I really wanted to just test the blending properties of this paint so I just started blending blue and whit and orange. I did this on canvas paper and I didn't bother to tape it down. I was amazed at how much thinning I could do and the colors remain vibrant. 

I kept spraying with water and blending til I got the paper so wet it started mixing with the paint. It still looked pretty good after overdoing with too little paint. I like it!!!!!

Next I wanted to try my new script liner brush. I decided to make a tree and as you can see, I need practice with this brush but I got the general shapes I wanted. I was able to pull a few into points. Yay!:biggrin: Thanks Terry.

The photo is extremely blurry, I was in a hurry but you get the idea.
I took a better pic.


----------



## TerryCurley (Jan 4, 2015)

This is great for a practice. Your tree is looking very good using the script liner. It's hard to blend with acrylic, at least I think so, but you are doing it very well. One thing came to mind, the vibrant water downed colors may turn a bit less vibrant as they dry.


----------



## Asancta (Jul 28, 2015)

dickhutchings said:


> I really wanted to just test the blending properties of this paint so I just started blending blue and whit and orange. I did this on canvas paper and I didn't bother to tape it down. I was amazed at how much thinning I could do and the colors remain vibrant.
> 
> I kept spraying with water and blending til I got the paper so wet it started mixing with the paint. It still looked pretty good after overdoing with too little paint. I like it!!!!!
> 
> ...


 Heeey this one is good...veery good.You discovered you style LOL:biggrin:
Very good abstract !!!


----------



## dickhutchings (Oct 6, 2015)

I really enjoyed doing this practice piece. It could be my thing!!


----------



## Butterfly88 (Nov 12, 2015)

Seems like you did this with great success. Well done!


----------



## dickhutchings (Oct 6, 2015)

I updated the image just because I didn't want a blurry one left behind. I'm thinking of going with this theme on stretched canvas now.


----------



## Butterfly88 (Nov 12, 2015)

Sounds like a good plan.


----------



## TerryCurley (Jan 4, 2015)

Cool Beans! Looking forward to seeing the canvas one. You will find the Liner brush really fun. Flicking it will make the best long grass -- very delicate lines. If you give the brush a little twist while making the branch and lighten the pressure you will get a really good point at the end of the branch. And it is the absolute best thing for signing your paintings.


----------



## Liz (Jan 10, 2015)

Hey not bad at all!


----------



## abt2k15 (Jan 9, 2016)

hi there. may i ask what exactly did you test? a new brush or a medium? because if you blend with just water you have to be beware not to use too much even tho it seems working.

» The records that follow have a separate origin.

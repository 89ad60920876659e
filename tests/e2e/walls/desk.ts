import type { Page } from '@playwright/test';
import type { Scene } from '@oriel/shared/contracts/scenes';
import type { WallSetUp } from '@oriel/shared/contracts/wall-set-up';
import type { Wall, WallReport } from '@oriel/shared/contracts/walls';
import { ask, householdId } from '../asking';

/** What a tuner does at the desk, asked of the server from a page that is signed in. */
export class Desk {
  constructor(private readonly page: Page) {}

  async scenes(): Promise<Scene[]> {
    const { scenes } = await ask<{ scenes: Scene[] }>(this.page, 'GET', `/api/households/${await householdId(this.page)}/scenes`);
    return scenes;
  }

  async newWall(name: string, sceneId: string): Promise<Wall> {
    const { wall } = await ask<{ wall: Wall }>(this.page, 'POST', `/api/households/${await householdId(this.page)}/walls`, { name });
    return this.change(wall.id, { sceneId });
  }

  async wall(wallId: string): Promise<Wall> {
    return (await ask<{ wall: Wall }>(this.page, 'GET', `/api/walls/${wallId}`)).wall;
  }

  async change(wallId: string, part: Partial<WallSetUp>): Promise<Wall> {
    const { revision, setUp } = await this.wall(wallId);
    return (await ask<{ wall: Wall }>(this.page, 'PUT', `/api/walls/${wallId}`, { revision, setUp: { ...setUp, ...part } })).wall;
  }

  async pair(wallId: string, code: string): Promise<void> {
    await ask(this.page, 'POST', `/api/walls/${wallId}/pairing`, { code });
  }

  async unpair(wallId: string): Promise<void> {
    await ask(this.page, 'DELETE', `/api/walls/${wallId}/pairing`);
  }

  async reports(wallId: string): Promise<WallReport[]> {
    return (await ask<{ reports: WallReport[] }>(this.page, 'GET', `/api/walls/${wallId}/reports?hours=1`)).reports;
  }
}
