import { ChangeDetectionStrategy, Component, type OnInit, inject, input } from '@angular/core';
import { MatFormField, MatLabel } from '@angular/material/form-field';
import { MatOption, MatSelect } from '@angular/material/select';
import { RouterLink, RouterLinkActive, RouterOutlet } from '@angular/router';
import { FailureNotice } from '../../core/failure-notice';
import { Submission } from '../../core/submission';
import { BenchSubject } from '../subject/bench-subject';

/** The frame of the bench: what stands on it, and its four places. */
@Component({
  selector: 'oriel-bench-page',
  imports: [RouterOutlet, RouterLink, RouterLinkActive, MatFormField, MatLabel, MatSelect, MatOption, FailureNotice],
  templateUrl: './bench-page.html',
  styleUrl: './bench-page.scss',
  changeDetection: ChangeDetectionStrategy.OnPush,
})
export class BenchPage implements OnInit {
  /** A wall to put on the bench, from the address. */
  readonly wall = input<string>();

  protected readonly bench = inject(BenchSubject);
  protected readonly loading = new Submission();
  protected readonly places = [
    { path: '/bench', word: 'Live', exact: true },
    { path: '/bench/runs', word: 'Runs and replay', exact: false },
    { path: '/bench/mirror', word: 'Mirror test', exact: false },
  ] as const;

  /** A value of its own: Material shows nothing for null. */
  protected readonly thisScreen = 'this-screen';

  protected choose(value: string): void {
    this.bench.choose(value === this.thisScreen ? null : value);
  }

  ngOnInit(): void {
    const wall = this.wall();
    if (wall) this.bench.choose(wall);
    void this.load();
  }

  protected load(): Promise<void> {
    return this.loading.run(() => this.bench.load());
  }
}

in acrylic paint there is color pigments some idk stuff and acrylic pigments which connect to each other when the water dries out. that is how acrylic colors work. if you mix water in it with not acrylic pigments in it you might stretch the acrilyc pigments so much they cannot connect to each other.

then if you are really unlucky it might flake off the canvas/ surface. that´s why it´s better to use a medium instead of water.

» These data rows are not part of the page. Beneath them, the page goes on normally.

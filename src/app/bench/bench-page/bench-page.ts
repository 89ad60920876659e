import { ChangeDetectionStrategy, Component, type OnInit, inject, input } from '@angular/core';
import { toSignal } from '@angular/core/rxjs-interop';
import { MatFormField, MatLabel } from '@angular/material/form-field';
import { MatOption, MatSelect } from '@angular/material/select';
import { type IsActiveMatchOptions, NavigationEnd, Router, RouterLink, RouterLinkActive, RouterOutlet } from '@angular/router';
import { filter, map, startWith } from 'rxjs';
import { FailureNotice } from '../../core/failure-notice';
import { Submission } from '../../core/submission';
import { BenchSubject } from '../subject/bench-subject';

/** A wall named in the address (`?wall=`) does not make it another place. */
const hereAndBelow: IsActiveMatchOptions = { paths: 'subset', queryParams: 'ignored', fragment: 'ignored', matrixParams: 'ignored' };
const hereAlone: IsActiveMatchOptions = { ...hereAndBelow, paths: 'exact' };

/** The frame of the bench: what stands on it, and its four places. */
@Component({
  selector: 'oriel-bench-page',
  imports: [RouterOutlet, RouterLink, RouterLinkActive, MatFormField, MatLabel, MatSelect, MatOption, FailureNotice],
  templateUrl: './bench-page.html',
  styleUrl: './bench-page.scss',
  changeDetection: ChangeDetectionStrategy.OnPush,
})
export class BenchPage implements OnInit {
  /** A wall to put on the bench, from the address. */
  readonly wall = input<string>();

  protected readonly bench = inject(BenchSubject);
  private readonly router = inject(Router);
  /** Whether what stands on the bench matters here: runs have their own wall. */
  protected readonly choosing = toSignal(
    this.router.events.pipe(
      filter((event) => event instanceof NavigationEnd),
      startWith(null),
      map(() => !this.router.isActive('/bench/runs', hereAndBelow)),
    ),
    { requireSync: true },
  );
  protected readonly loading = new Submission();
  protected readonly places = [
    { path: '/bench', word: 'Live', here: hereAlone },
    { path: '/bench/runs', word: 'Runs and replay', here: hereAndBelow },
    { path: '/bench/mirror', word: 'Mirror test', here: hereAndBelow },
  ] as const;

  /** A value of its own: Material shows nothing for null. */
  protected readonly thisScreen = 'this-screen';

  protected choose(value: string): void {
    this.bench.choose(value === this.thisScreen ? null : value);
  }

  ngOnInit(): void {
    const wall = this.wall();
    if (wall) this.bench.choose(wall);
    void this.load();
  }

  protected load(): Promise<void> {
    return this.loading.run(() => this.bench.load());
  }
}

now im no expert in acrylics - i started somewhat last year. but i watch alot of tutorial videos and the sorts and i recently painted a skyline with lots of lights etc. and i had to do it with water since i didnt have a medium just a bit of color retardant ( which also works fine ).

cheers


----------



## dickhutchings (Oct 6, 2015)

Hi abt2k15. 

I tested the paint properties as stated in in the ads. I didn't mix the paint with water on the pallet so much as rewetting it on the the canvas. This is a totally different type of acrylic that doesn't skin over and is able to absorb the misted water and stay workable. 

I'm glad I found this paint early on before spending money on other acrylics that I may never use.


----------



## Liz (Jan 10, 2015)

Water makes acrylic paint flake? That's news to me. I never experienced any flaking with acrylics and I only use water with them, no medium.


----------



## abt2k15 (Jan 9, 2016)

yeah its not told that often but you can google it.



> Acrylic paint consists of pigment suspended in binder. The binder is what makes the paint stick to the surface - in your case, the board. If you dilute the acrylic paint too much with water, it may weaken the binder. This means that the paint may form a weak bond to the surface and lift off the next time you go over it.
> 
> To thin the paint and create a glaze without breaking down the binder, you should use an acrylic glazing liquid instead of water. When you use an acrylic glazing liquid, you can thin the paint as much as you need to without worrying about weakening the binder.
> 
> If you want to stick with water, generally try not to dilute your paint with more than 50% water to 50% paint.


http://www.art-is-fun.com/how-to-prevent-acrylics-from-lifting/


----------